Self-Tool Writing Agents

Perhaps the most “fun” and “cool” part of the live coding was demonstrating an agent’s ability to write its own tools/functions dynamically [01:17:11], [01:25:55]. This was achieved by having the model generate Python code for a function, using exec to interpret and load it into the current environment, and then adding it to the agent’s available tools [01:21:31], [01:25:42]. While noted as “super dangerous code,” it successfully demonstrated an agent creating and utilizing its own custom calculator function [01:26:03].

Debugging in Practice

The workshop explicitly included debugging, which was an expected part of the live coding process [00:01:03]. Instances of debugging included:

• Resolving audio issues with the Zoom setup [00:04:47].
• Troubleshooting code where functions were not correctly provided to the model or were hallucinated [00:30:50], [00:31:00].
• Identifying and fixing issues with printing function call results in the console [00:39:29].
• Correcting the use of eval to exec for dynamic code execution [01:21:34].
• Attempting to debug real-time API demos which proved challenging in a live setting [01:38:28], [01:39:08].

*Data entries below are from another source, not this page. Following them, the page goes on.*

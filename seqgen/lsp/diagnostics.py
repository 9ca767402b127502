"""Findings -> editor diagnostics, as plain data (the server turns them into LSP objects).

Pure: the text of each file comes in as lines, nothing is read or sent here. A diagnostic spans the word
its finding points at (the key, or the value the position names), 0-based as LSP counts; its message is the
finding as `seqgen check` prints it without the place (block, time, message, accepted reason, then the fix).
Other places a finding names ("(file.yaml:9:9)", "first on line 8", "at line 11", the members of a cycle,
`data["other_line"]`) become related locations, so an editor can jump to both lines of an overlap.
"""

from __future__ import annotations

import re
from dataclasses import dataclass
from typing import Callable, Iterable, Mapping

from ..findings import Finding, SourcePos
from ..textfmt import fmt_when

SEVERITY = {"error": 1, "warning": 2, "note": 3}  # LSP DiagnosticSeverity: Error, Warning, Information
ACCEPTED_SEVERITY = 4  # Hint: an accepted finding stays visible, quietly
SOURCE = "seqgen"


@dataclass(frozen=True)
class Related:
    """Another place a finding names: file (as findings name it), 0-based line and character, what it is."""
    file: str
    line: int
    character: int
    message: str


@dataclass(frozen=True)
class Diagnostic:
    """One finding placed in one file: 0-based line, characters [start, end) on it."""
    file: str
    line: int
    start: int
    end: int
    severity: int
    code: str
    message: str
    related: tuple = ()  # Related
    finding: Finding | None = None  # what it shows (the code actions read its hint)


_WORD = re.compile(r"[^\s:,{}\[\]#]+")
_FILE_REF = re.compile(r"([\w./\\~-]+\.ya?ml):(\d+)(?::(\d+))?")
_LINE_REF = re.compile(r"\blines? (\d+)\b(?![.\d])(?! ?[kMG]?Hz)")
_CYCLE = re.compile(r"(?:cycle|loop): (.+?)(?:$|\s\|\|)")
_BOTH = re.compile(r"\bboth '([^']+)'.*? and '([^']+)'")


def message_of(f: Finding) -> str:
    """The finding's text without its place: `[block] t=... message (accepted: why)`, then `fix: hint`."""
    head = f"[{f.block}] " if f.block else ""
    when = f"t={fmt_when(f.time_s)} " if f.time_s is not None else ""
    acc = f" (accepted: {f.accept_reason})" if f.accepted else ""
    text = f"{head}{when}{f.message}{acc}"
    return text + (f"\nfix: {f.hint}" if f.hint else "")


def span(lines: list | None, line: int, column: int) -> tuple[int, int, int]:
    """(0-based line, start, end) of the word at the 1-based `line`:`column` (the whole line's text when no
    word stands there; line 0 of the file when the place is unknown)."""
    if line <= 0 or not lines or line > len(lines):
        return 0, 0, 0
    text = lines[line - 1]
    start = min(max(column - 1, 0), len(text))
    m = _WORD.match(text, start)
    if m and m.end() > start:
        return line - 1, start, m.end()
    stripped = text.rstrip()
    first = len(text) - len(text.lstrip())
    return line - 1, first, max(len(stripped), first)


def related_of(f: Finding, names: Mapping[str, SourcePos] | None = None) -> tuple[Related, ...]:
    """Other places the finding names: 'file.yaml:L:C', 'line N' (of its own file), `data["other_line"]`, and the
    members of a cycle (`names`: block and param name -> its place; a file name -> its first line)."""
    out: list[Related] = []
    own = (f.file, f.line)
    text = f"{f.message} || {f.hint}"
    for m in _FILE_REF.finditer(text):
        out.append(Related(m.group(1), int(m.group(2)) - 1, max(int(m.group(3) or 1) - 1, 0), "named here"))
    files_named = {(r.file, r.line) for r in out}
    for m in _LINE_REF.finditer(_FILE_REF.sub("", text)):
        n = int(m.group(1))
        if (f.file, n - 1) not in files_named:
            out.append(Related(f.file, n - 1, 0, f"line {n}"))
    data = dict(f.data)
    if isinstance(data.get("other_line"), int) and data["other_line"] > 0:
        col = data.get("other_column")
        out.append(Related(f.file, data["other_line"] - 1, max(int(col) - 1, 0) if isinstance(col, int) else 0,
                           "the other write"))
    cycle = _CYCLE.search(f.message)
    if cycle:
        for name in dict.fromkeys(x.strip() for x in cycle.group(1).split(" -> ")):
            pos = (names or {}).get(name)
            if pos is not None and pos.line:
                out.append(Related(pos.file, pos.line - 1, max(pos.column - 1, 0), f"'{name}' in the cycle"))
            elif name.endswith((".yaml", ".yml")):
                out.append(Related(name, 0, 0, f"{name} in the cycle"))
    both = _BOTH.search(f.message)
    if both:  # "line 'trig' wires both 'dio2' (advance) and 'ao' (start)": the two it names
        for name in both.groups():
            pos = (names or {}).get(name)
            if pos is not None and pos.line:
                out.append(Related(pos.file, pos.line - 1, max(pos.column - 1, 0), f"'{name}'"))
    seen, unique = set(), []
    for r in out:  # the finding's own place and repeats are left out
        key = (r.file, r.line)
        if key not in seen and key != (own[0], own[1] - 1):
            seen.add(key)
            unique.append(r)
    return tuple(unique)


def to_diagnostics(findings: Iterable[Finding], lines_of: Callable[[str], list | None],
                   names: Mapping[str, SourcePos] | None = None) -> list[Diagnostic]:
    """Each finding as a diagnostic in its own file (`lines_of(file)`: that file's lines, or None)."""
    out = []
    for f in findings:
        line, start, end = span(lines_of(f.file) if f.file else None, f.line, f.column)
        sev = ACCEPTED_SEVERITY if f.accepted else SEVERITY.get(f.severity, 3)
        out.append(Diagnostic(f.file, line, start, end, sev, f.code, message_of(f), related_of(f, names), f))
    return out


def mirrored(d: Diagnostic, file: str, line: int, column: int, lines: list | None) -> Diagnostic:
    """A diagnostic of another file (a `use:`d file, the rig) shown at the `use:` / `rig:` key of `file` that
    leads to it (1-based `line`, `column`), naming where it is and pointing there."""
    at, start, end = span(lines, line, column)
    where = f"{d.file}:{d.line + 1}:{d.start + 1}"
    here = Related(d.file, d.line, d.start, "the finding")
    return Diagnostic(file, at, start, end, d.severity, d.code, f"in {where}: {d.message}", (here,) + d.related,
                      d.finding)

Advanced Considerations for Functions

Scaling Functions

When dealing with dozens or hundreds of functions, several techniques were suggested:

• Multiple agents: Splitting responsibilities and function groupings among different agents, invoking the correct one as needed [01:07:53].
• Fine-tuning: It’s possible to fine-tune smaller models with many functions (e.g., 120 functions with GPT-3.5 in a latency-sensitive project) [01:08:30].
• Dynamic Function Loading: Based on user input or conversation context, only the most relevant functions are loaded into memory [01:08:51]. This can be done with embeddings or a two-step function call, where one function loads more functions (similar to a handoff) [01:09:06].
• Router Patterns: Using multiple agents and handing off to one based on the query is an effective routing strategy [01:10:26].

A general rule of thumb suggested for models without extensive prompting or fine-tuning is to keep the number of tools/functions around 10 to 20 [01:16:20].

Function Calling in Vision Models

Regarding vision models, it was noted that while it is technically possible with post-training, the current API for GPT-4 does not expose or allow functions to be called within the model’s “thought” process or internal chain of thought. Function calls currently happen at the very end of the model’s generation [01:09:36].